The report includes a table that shows the number of jobs in each element of the supply chain, which add up to the 10,340 that Gail Ross mentioned. Very approximately, almost half of those, or roughly 5,000, will be in rural Scotland—if Inverness is counted as rural—and nearly all of those will be in the Highlands and Islands. The vast majority of jobs on the sites are in the Highlands and Islands. The processing jobs have tended to move away from there and most are now in other parts of Scotland.

An important aspect of job types is that, in the Scottish economy, there is increasingly a problem with the number of jobs in low-earning occupations and sectors going up and the number of higher-paying ones going down. The rates of pay for the people who work on the farms is relatively good compared with, for example, people who work in processing.

Therefore, not only is salmon farming an important employer in terms of the total, but the types of jobs have been very suitable for the people in rural areas who might not have had other opportunities—particularly with the number of farming and fishing jobs going down in many areas.

Gail Ross

In the report, you also talk about additional economic benefits. I represent a big rural constituency, so I know that at many farm sites the people with those jobs have partners who have other jobs that do things such as keeping local schools open.
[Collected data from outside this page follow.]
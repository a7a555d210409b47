import { Link, useLocalSearchParams, useRouter } from 'expo-router';
import { useState } from 'react';
import { View } from 'react-native';
import { CustomerChooser } from '../customers/CustomerChooser';
import { formStyles as styles } from '../customers/NewCustomerScreen';
import { Button } from '../ui/Button';
import { Notice } from '../ui/Notice';
import { Screen } from '../ui/Screen';
import { Text } from '../ui/Text';
import { TextField } from '../ui/TextField';
import { colors } from '../ui/theme';
import { errorMessage, localFieldErrors, serverFieldErrors } from '../ui/useFieldErrors';
import { useCreateJob } from './queries';
import { jobInput } from './schema';

export function NewJobScreen() {
  const router = useRouter();
  const params = useLocalSearchParams<{ customerId?: string }>();
  const create = useCreateJob();
  const [values, setValues] = useState({ title: '', customerId: params.customerId ?? '', dueDate: '', notes: '' });
  const [fields, setFields] = useState<Record<string, string>>({});
  const set = (key: keyof typeof values) => (text: string) => setValues((v) => ({ ...v, [key]: text }));

  const submit = () => {
    const local = localFieldErrors(jobInput, values);
    setFields(local);
    if (Object.keys(local).length > 0) return;
    create.mutate(values, {
      onSuccess: () => router.replace('/'),
      onError: (e) => setFields(serverFieldErrors(e)),
    });
  };

  return (
    <Screen>
      <Text variant="title">New job</Text>
      <View style={styles.card}>
        {create.isError && !Object.keys(fields).length ? <Notice>{errorMessage(create.error) ?? ''}</Notice> : null}
        <TextField
          label="Title"
          testID="job-title"
          placeholder="Home jersey #9 with two patches and a plaque"
          value={values.title}
          onChangeText={set('title')}
          error={fields.title}
        />
        <CustomerChooser value={values.customerId} onChange={set('customerId')} error={fields.customerId} />
        <Link href={{ pathname: '/customers/new', params: { then: 'job' } }} style={{ color: colors.accent, textDecorationLine: 'underline' }}>
          The customer is new: add them first
        </Link>
        <TextField label="Due date" testID="job-due" placeholder="YYYY-MM-DD" value={values.dueDate} onChangeText={set('dueDate')} error={fields.dueDate} />
        <TextField label="Notes" testID="job-notes" value={values.notes} onChangeText={set('notes')} multiline error={fields.notes} />
        <View style={styles.actions}>
          <Button label="Cancel" kind="quiet" onPress={() => router.back()} />
          <Button label="Open job" onPress={submit} busy={create.isPending} testID="save-job" />
        </View>
      </View>
    </Screen>
  );
}
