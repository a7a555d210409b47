import { index, jsonb, pgEnum, pgTable, text, timestamp, uuid } from 'drizzle-orm/pg-core';
import { jobs } from './jobs';
import { members } from './members';
import { shops } from './shops';

export const activityKind = pgEnum('activity_kind', [
  'job_created',
  'job_updated',
  'status_changed',
  'piece_added',
  'piece_removed',
  'photo_added',
  'outline_saved',
  'layout_created',
  'version_frozen',
  'proof_sent',
  'proof_decided',
  'file_exported',
  'payment_recorded',
  'cut_released',
  'quote_built',
  'arrival_noted',
]);

/** Who did what to a job and when; rows are only ever added. */
export const activity = pgTable(
  'activity',
  {
    id: uuid('id').primaryKey().defaultRandom(),
    shopId: uuid('shop_id').notNull().references(() => shops.id, { onDelete: 'cascade' }),
    jobId: uuid('job_id').notNull().references(() => jobs.id, { onDelete: 'cascade' }),
    /** The member who acted; null for the customer or the system. */
    memberId: text('member_id').references(() => members.id, { onDelete: 'set null' }),
    kind: activityKind('kind').notNull(),
    /** Kind-specific facts, e.g. { from, to } for a status change. */
    detail: jsonb('detail').notNull().default({}),
    at: timestamp('at', { withTimezone: true }).notNull().defaultNow(),
  },
  (t) => [index('activity_job_idx').on(t.jobId, t.at)],
);

export type ActivityRow = typeof activity.$inferSelect;
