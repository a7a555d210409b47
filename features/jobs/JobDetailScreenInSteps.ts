import { screenInSteps } from '../ui/screenInSteps';

/**
 * The job page's route: its first `require` evaluated the schemas of every
 * section the page shows (pieces, layouts, quotes, proofs, payments,
 * shipping, all built with zod) and the sections themselves in one task of
 * about half a second on Lighthouse's slowed phone (blocking time ~500 ms).
 * Here each line is a task of its own, from the modules others import to
 * those that import them (paths as the modules import each other, so
 * nothing is bundled twice; a path that disappears fails the web build).
 */
export const JobDetailScreenInSteps = screenInSteps(
  [
    () => require('../text/schema'),
    () => require('../settings/materials'),
    () => require('../settings/priceList'),
    () => require('../settings/schema'),
    () => require('./schema'),
    () => require('./activitySchema'),
    () => require('../pieces/schema'),
    () => require('../layouts/schema'),
    () => require('../quotes/schema'),
    () => require('../proofs/schema'),
    () => require('../payments/schema'),
    () => require('../shipping/schema'),
    () => require('./queries'),
    () => require('../settings/queries'),
    () => require('../pieces/queries'),
    () => require('../layouts/queries'),
    () => require('../quotes/queries'),
    () => require('../proofs/queries'),
    () => require('../payments/queries'),
    () => require('../shipping/queries'),
    () => require('../ui/TextField'),
    () => require('../ui/ChoiceChips'),
    () => require('../pieces/PiecesSection'),
    () => require('../layouts/LayoutsSection'),
    () => require('./FramePanel'),
    () => require('../quotes/QuoteSection'),
    () => require('../proofs/JobProofs'),
    () => require('../payments/PaymentsPanel'),
    () => require('../shipping/ShippingSection'),
    () => require('../shipping/ArrivalSection'),
    () => require('./ActivityList'),
    () => require('./JobEditor'),
    () => require('./StatusMover'),
    // The sections write dates (features/ui/dates.ts); the first date written on a page
    // loads the browser's locale data (~35 ms on a 4x slowed CPU): a task of its own here.
    () => (require('../ui/dates') as typeof import('../ui/dates')).momentText(0),
  ],
  () => (require('./JobDetailScreen') as typeof import('./JobDetailScreen')).JobDetailScreen,
);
What social and community impacts do fish farms have in rural areas?

The report also talks about a community charter for Scottish Salmon Producers Organisation members that includes a community benefit fund. Can you tell us more about that?

Steve Westbrook

I am not very familiar with the community benefit fund.

On the impacts of individual companies that have farming sites—we have done work for Marine Harvest, the Scottish Salmon Company, Wester Ross Salmon and others on the question of employment—it has actually been a very beneficial mixture. If a company comes into an area and creates 10 or 12 jobs, about half those jobs go to local people, who then benefit from them, but other people move in to fill the other jobs. That helps to repopulate or to increase the population of areas. The workers who come in might have partners who get other jobs. Work that we have done for companies shows that quite a lot of the partners work in local hospitals, teach in local schools and so on, so there is a very strong impact.

Another important impact is where a site is developed that is usable by other sectors; for example, leisure boats can use a marine site. The industries are very well integrated into their communities. That is certainly the message that we get. They are valued not just for the jobs that they provide, but for those wider impacts.

We will move to the next question. Steve Westbrook has been put under the spotlight; maybe this question will allow some of the other witnesses to come in.

Jamie Greene (West Scotland) (Con)

Good morning, panel. I will start with some questions about statistics. I hope that someone on the panel has knowledge of them—I have gone through my briefing papers, but cannot find the specific ones that I am looking for.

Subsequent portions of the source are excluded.